Теперь я удивлённо уставилась на подругу:


– А?


– Дайка, ты разве ещё не видишь? Мне здесь хорошо. Меня всё устраивает. Тебе не за что извиняться.


– Хорошо?


– Ну конечно! – Яринка щёлкнула пультом, убирая звук телевизора. – Ты помнишь, о чём нам говорила Ирэн, когда мы пришли к ней подписывать контракт? Так вот, я долго думала над этим и поняла, что она права. Во всём! Ты считаешь, это здесь несвобода? Нет, несвобода – это там! Дайка, честное слово, я ещё никогда и нигде не чувствовала себя такой свободной, как на этом острове! Мне же всё можно! Мне никто не указывает, как надо себя вести, что говорить, что делать. Неужели ты не чувствуешь свободу?


Я честно попыталась почувствовать, даже прикрыла глаза. Ведь в одном Яринка сейчас точно права: в приюте свободы не было, не было даже тени её. Мы не могли не только поступать по своему усмотрению, но сами наши мысли и желания контролировались. Разве нам не внушали, что Господь знает все помыслы своих созданий и обязательно накажет за те, которые не будут достаточно благочестивыми? Разве не стращали обязательной карой за любое мнение, хоть чем-то отличающееся от предписанного? Всё это так, но… есть ли свобода в Оазисе?


Да, здесь нас не окружили забором, нам не диктуют, ни во сколько ложиться спать, ни когда подниматься, ни какие книги читать, ни какие вещи носить, ни какими молитвами молиться. Но разве сильно отличается бетонный забор от бескрайнего моря, если за его пределы также нельзя выйти? Велика ли разница между запретом оголять тело и запретом не оголять?


Нет, свободы я не ощущала ни в приюте, ни – в равной степени – здесь. Но осуждать Яринку за то, что она считает иначе, не могла и не хотела. Подруга не виновата в том, что ни разу в жизни ей не довелось познать истинной свободы. Той, что была у меня в бескрайней тайге, где ни границ, ни заборов, ни берегов…

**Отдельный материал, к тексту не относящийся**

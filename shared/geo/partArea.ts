import type { Part } from '../contract/recordContent.ts'
import { ExactDecimal } from '../units/exactDecimal.ts'
import { measurePolygon } from './measurePolygon.ts'

/**
 * Ground treated on a block, square metres: the whole of it, a fraction, rows or beds counted as equal parts, or what was drawn.
 * A drawn part that is no valid polygon yet has 0.
 * @param blockM2 area of the block.
 */
export function partArea(part: Part, blockM2: number): number {
  switch (part.kind) {
    case 'whole':
      return blockM2
    case 'fraction':
      return new ExactDecimal(blockM2).times(part.fraction).toNumber()
    case 'rows':
    case 'beds':
      return new ExactDecimal(blockM2).times(part.to - part.from + 1).div(part.of).toNumber()
    case 'drawn':
      return drawnArea(part.geometry)
  }
}

function drawnArea(geometry: (Part & { kind: 'drawn' })['geometry']): number {
  try {
    return measurePolygon(geometry).areaM2
  } catch (error) {
    if (error instanceof RangeError) return 0
    throw error
  }
}
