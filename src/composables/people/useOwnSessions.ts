import { useQuery, useQueryClient } from '@tanstack/vue-query'
import { computed, type ComputedRef } from 'vue'
import { useI18n } from 'vue-i18n'
import { civilDateIn, civilTimeIn } from '../../../shared/time/civilDate.ts'
import { meApi } from '../../api/meApi.ts'
import { useSession } from '../../stores/session.ts'
import type { SeenLine } from './seenLine.ts'
import { useFarm } from '../farm/useFarm.ts'
import { useFigures } from '../app/useFigures.ts'
import { useTask, type Task } from '../form/useTask.ts'

/** Where one is signed in, in words, and ending one or all others. */
export function useOwnSessions(): {
  lines: ComputedRef<SeenLine[] | undefined>
  isError: ComputedRef<boolean>
  refetch: () => unknown
  end: Task<[string], unknown>
  endOthers: Task<[], unknown>
} {
  const { t } = useI18n()
  const session = useSession()
  const client = useQueryClient()
  const farm = useFarm(() => session.farmId)
  const { day } = useFigures()
  const key = computed(() => ['own-sessions', session.user?.id ?? ''])
  const query = useQuery({ queryKey: key, queryFn: () => meApi.sessions() })
  const zone = computed(() => farm.data.value?.zone ?? 'UTC')
  const moment = (instant: string): string => `${day(civilDateIn(zone.value, instant))}, ${civilTimeIn(zone.value, instant)}`
  const again = (): Promise<void> => client.invalidateQueries({ queryKey: key.value })
  return {
    lines: computed(() => query.data.value?.map(({ id, device, onSharedPhone, openedAt, seenAt, isThis }) => {
      const words = device ?? t('people.me.unknownDevice')
      const [name, last] = [onSharedPhone ? `${words}, ${t('people.me.onSharedPhone')}` : words, moment(seenAt)]
      return { id, name, first: moment(openedAt), last, note: isThis ? t('people.me.thisOne') : '', about: `${name}, ${last}` }
    })),
    isError: computed(() => query.isError.value),
    refetch: () => query.refetch(),
    end: useTask(async (id: string) => { await meApi.endSession(id); await again() }),
    endOthers: useTask(async () => { await meApi.endOthers(); await again() }),
  }
}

Яринка разглядела тоску в моих глазах и погрустнела сама.


– Дайка… Ну серьёзно, что ждало нас там? Как и говорила Ирэн – или в общагу, или замуж за старика. Лучше, что ли? А здесь… мне нравится танцевать! И я не вижу ничего плохого в том, что гости будут смотреть, как я танцую. Танцевать, между прочим, не так-то просто, это тяжёлый труд, особенно на шесте. Так пусть его оценят! А что без одежды… почему я должна стесняться своего тела? Что в нём стыдного? Да и о будущем, если подумать… какой мужчина достался бы мне там? В лучшем случае никакой, в худшем – старикан вроде Львовича, который исчез сразу, как только узнал, что я не круглая сирота.


– Ну а здесь-то что?! – не выдержала я. – Какие бы мужчины ни были здесь, замуж они тебя не позовут.


Яринка презрительно оттопырила нижнюю губу.


– И хорошо! Что делать замужем? Готовить, носки стирать да детей рожать, пока муж в места вроде нашего Оазиса похаживает?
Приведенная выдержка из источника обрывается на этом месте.